Balancing Safety and Helpfulness in Healthcare AI Assistants through Iterative Preference Alignment

TL;DR

This study introduces an iterative post-deployment safety-alignment framework that blends Kahneman-Tversky Optimization (KTO) and Direct Preference Optimization (DPO) to tune healthcare-oriented LLMs against domain-specific safety signals. Using CARES-18K, the authors benchmark four open-source models and demonstrate substantial safety gains (up to 42% in safety scores) while revealing architecture-dependent trade-offs in helpfulness and refusal behavior. The work compares self-evaluation against external judgments, highlighting calibration biases and the context-dependent reliability of self-assessment, and it analyzes how validator choice influences policy selection (KTO vs. DPO) across training cycles. The results advocate a modular, post-deployment safety toolkit, emphasize human-in-the-loop oversight, and discuss practical deployment considerations under evolving healthcare standards. Overall, the paper provides a practical, architecture-aware approach to improving safety and clinical usefulness in medical AI assistants through iterative preference alignment.

Abstract

Large Language Models (LLMs) are increasingly used in healthcare, yet ensuring their safety and trustworthiness remains a barrier to deployment. Conversational medical assistants must avoid unsafe compliance without over-refusing benign queries. We present an iterative post-deployment alignment framework that applies Kahneman-Tversky Optimization (KTO) and Direct Preference Optimization (DPO) to refine models against domain-specific safety signals. Using the CARES-18K benchmark for adversarial robustness, we evaluate four LLMs (Llama-3B/8B, Meditron-8B, Mistral-7B) across multiple cycles.

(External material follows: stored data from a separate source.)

void run_devices_remove(const DevicesRemoveOptions& o, Context& ctx) {
  auto db = ctx.open_database();
  const auto record = db.device(o.name);
  if (!record) throw InputError(fmt::format("device '{}' is not in the device list", units::clip(o.name)));
  const auto users = db.device_users(record->name);
  const auto designs = designs_using(db, record->name);
  if (!o.cascade && (!users.empty() || !designs.empty())) {
    std::vector<std::string> what;
    if (!users.lines.empty())
      what.push_back(
          counted(users.lines.size(), "stock line on the shelf", "stock lines on the shelf", line_ids(users.lines)));
    if (!users.pieces.empty())
      what.push_back(counted(users.pieces.size(), "measured piece", "measured pieces", users.pieces));
    if (!designs.empty()) what.push_back(counted(designs.size(), "kept design", "kept designs", designs));
    throw InputError(fmt::format(
        "device '{}' is still named by {}; remove those first, or add --cascade to take them with it (lines "
        "written off through the ledger, pieces deleted, designs forgotten)",
        record->name, fmt::join(what, ", ")));
  }
  const std::string reason = o.reason.empty() ? fmt::format("device {} removed", record->name) : o.reason;
  const store::RemovedDevice r = db.remove_device(record->name, designs, o.cascade, reason);
  std::int64_t pieces = 0;
  for (const auto& p : r.lines) pieces += p.qty;
  if (ctx.global.json) {
    nlohmann::ordered_json lines = nlohmann::ordered_json::array();
    for (const auto& p : r.lines) lines.push_back(part_json(p));
    print_json(ctx, {{"schema", 1},
                     {"removed", r.name},
                     {"lines", lines},
                     {"pieces_written_off", pieces},
                     {"measured_pieces", r.pieces},
                     {"designs", r.designs},
                     {"designs_kept", r.designs_built}});
    return;
  }
  ctx.out << fmt::format("Removed {} {} from the device list.\n", devices::kind_name(record->kind), r.name);
  if (!r.lines.empty())
    ctx.out << fmt::format("Wrote off {} pieces on {} (ledger: \"{}\").\n", pieces,
                           counted(r.lines.size(), "stock line", "stock lines", line_ids(r.lines)), reason);
  if (!r.pieces.empty())
    ctx.out << fmt::format("Deleted {}.\n", counted(r.pieces.size(), "measured piece", "measured pieces", r.pieces));
  if (!r.designs.empty())
    ctx.out << fmt::format("Forgot {}.\n", counted(r.designs.size(), "kept design", "kept designs", r.designs));
  if (!r.designs_built.empty())
    ctx.out << fmt::format("Kept {}: builds record them.\n",
                           counted(r.designs_built.size(), "design", "designs", r.designs_built));
}

void setup_devices_remove(CLI::App& devices_cmd, Context& ctx) {
  auto o = std::make_shared<DevicesRemoveOptions>();
  CLI::App* cmd = devices_cmd.add_subcommand("remove", "Take a transistor or op-amp type off the device list");
  cmd->add_option("NAME", o->name, "The type's name, as `devices list` shows it")->type_name("")->required();
  cmd->add_flag("--cascade", o->cascade,
                "Also write off its stock lines (through the ledger), delete its measured pieces and forget the "
                "kept designs that use it");
  cmd->add_option("--reason", o->reason, "Why, for the ledger (default: device NAME removed)")
      ->type_name("TEXT")
      ->check(clean_text());
  cmd->footer(
      "Refused while stock lines on the shelf, measured pieces or kept designs name the type,\n"
      "unless --cascade: then its lines go to zero through the ledger and off the shelf (their\n"
      "history stays), its pieces are deleted and the designs that use it are forgotten, except\n"
      "those a build records. All in one transaction. The ledger still names the type in old\n"
      "entries; `devices add` of the same name later puts it back with new figures.\n"
      "  shelfstage devices remove SJ-102\n"
      "  shelfstage devices remove SQ-410 --cascade --reason \"type discontinued\"");
  cmd->callback([o, &ctx] { run_devices_remove(*o, ctx); });
}

}  // namespace
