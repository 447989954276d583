import { NextResponse } from "next/server";
import { getDb } from "@/db";
import { requestAddress, requireClientRecord } from "@/lib/auth/guard";
import { CLIENT_EDITORS, clientJson, STAFF, updateClientFor } from "@/lib/clients";
import { readJson, route } from "@/lib/http";
import { clientPatchSchema } from "@/lib/validation/client";

type Params = { id: string };

export const GET = route<Params>([...STAFF, "client"], async ({ actor, request, params }) => {
  const record = await requireClientRecord(actor, params.id, { address: requestAddress(request.headers), purpose: "api" });
  return NextResponse.json(clientJson(record));
});

export const PATCH = route<Params>(CLIENT_EDITORS, async ({ actor, request, params }) => {
  await requireClientRecord(actor, params.id, { address: requestAddress(request.headers), purpose: "api.update" });
  const patch = clientPatchSchema.parse(await readJson(request));
  const updated = await updateClientFor(getDb(), actor, params.id, patch);
  return NextResponse.json(clientJson(updated));
});
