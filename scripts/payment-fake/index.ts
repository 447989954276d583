import { env } from "@/lib/env";
import { startPaymentFake } from "./server";

// `npx tsx scripts/payment-fake/index.ts`: the stand-in alone, on STRIPE_API_URL's port, posting to this app's webhook.
const e = env();
const port = Number(new URL(e.STRIPE_API_URL ?? "http://localhost:12111").port || 12111);
void startPaymentFake({
  port,
  secretKey: e.STRIPE_SECRET_KEY,
  webhookSecret: e.STRIPE_WEBHOOK_SECRET,
  webhookUrl: `${e.APP_URL}/api/v1/webhooks/payments`,
});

Our results show up to 42% improvement in safety-related metrics for harmful query detection, alongside interesting trade-offs against erroneous refusals, thereby exposing architecture-dependent calibration biases. We also perform ablation studies to identify when self-evaluation is reliable and when external or finetuned judges are necessary to maximize performance gains. Our findings underscore the importance of adopting best practices that balance patient safety, user trust, and clinical utility in the design of conversational medical assistants.

Figures (21)

• Figure 1: Example prompts in CARES dataset at 4 harmful levels.
• Figure 2: Results on test set after 1 cycle of training using self-evaluation regimen.
• Figure 3: Progression of evaluation metrics across 5 iterations, using self-evaluation for the target LLMs on the validation set. Solid lines represents metrics based on safety judgment by GPT-4o-mini. Dashed lines correspond to using the target model's self-generated Safety Judgments. Squares mark KTO results and circles mark DPO results. Within each cycle, the higher-scoring method is shown with a filled marker; the lower one remains hollow.
• Figure 4: Progression of metrics across all 5 iterations using finetuned Llama-3B as the source of safety judgment for Meditron-Ext and Mistral-Ext on the validation set. Solid lines represent metrics based on GPT-4o-mini's safety judgement. Dashed lines represent the counterpart using Llama-3B's judgment. Squares mark KTO results and circles mark DPO results. Within each cycle, the higher-scoring method is shown with a filled marker; the lower one remains hollow. Metrics by non-finetuned judge tend to converge/overlap with GPT better than otherwise.
• Figure 5: SS and ERR on the test set of the model variants with the best metrics on the validation set for each experimental regimen. Base: baseline non-finetuned version; SELF: using self-evaluation; EXT: using finetuned Llama-3B as external judge; LMA: using non-finetuned Llama-3B as judge.